Implementation details of K-means++ without sklearn

Question

I am doing K-means using MINST dataset. However, I found difficulties in the implementation on initialization and some further steps.

For the initialization, I have to first pick one random data point to the first centroid. Then for the remaining centroids, we also pick data points randomly, but from a weighted probability distribution, until all the centroids are chosen

I am sticking in this step, how can I apply this distribution to choose? I mean, how to implement it? for the D_{k-1}(x), can I just use np.linalg.norm to compile and square it?

For my implementation, I now just initialized the first element

self.centroids = np.zeros((self.num_clusters, input_x.shape[1]))
ran_num = np.random.choice(input_x.shape[0])
self.centroids[0] = input_x[ran_num]

for k in range(1, self.num_clusters):

for the next step, do I need to find the next centroid by obtaining the largest distance between the previous centroid and all sample points?

Answer 1

You need to create a distribution where the probability to select an observation is the (normalized) distance between the observation and its closest cluster. Thus, to select a new cluster center, there is a high probability to select observations that are far from all already existing cluster centers. Similarly, there is a low probability to select observations that are close to already existing cluster centers.

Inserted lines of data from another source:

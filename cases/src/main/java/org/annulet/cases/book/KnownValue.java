package org.annulet.cases.book;

import java.util.OptionalInt;

/**
 * One mode known from outside.
 *
 * @param row of the collection of reference values
 * @param chamber name of the case file it belongs to
 * @param order azimuthal order; empty where the chamber has none
 * @param frequency in Hz
 * @param growthRate in 1/s
 * @param source where the value comes from
 */
public record KnownValue(
    String row,
    String chamber,
    OptionalInt order,
    double frequency,
    double growthRate,
    String source) {
  /** One line of {@code known_values.csv}: row, case, order, frequency, growth rate, source. */
  static KnownValue parse(String line) {
    String[] part = line.split(",", 6);
    if (part.length < 6) {
      throw new IllegalArgumentException("a known value has 6 columns, got: " + line);
    }
    return new KnownValue(
        part[0],
        part[1],
        part[2].isEmpty() ? OptionalInt.empty() : OptionalInt.of(Integer.parseInt(part[2])),
        Double.parseDouble(part[3]),
        Double.parseDouble(part[4]),
        part[5]);
  }
}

This would look like this:

centers = []
centers.append(X[np.random.randint(X.shape[0])]) # inital center = one random sample
distance = np.full(X.shape[0], np.inf) 
for j in range(1,self.n_clusters):
    distance = np.minimum(np.linalg.norm(X - centers[-1], axis=1), distance) 
    p = np.square(distance) / np.sum(np.square(distance)) # probability vector [p1,...,pn]
    sample = np.random.choice(X.shape[0], p = p)
    centers.append(X[sample])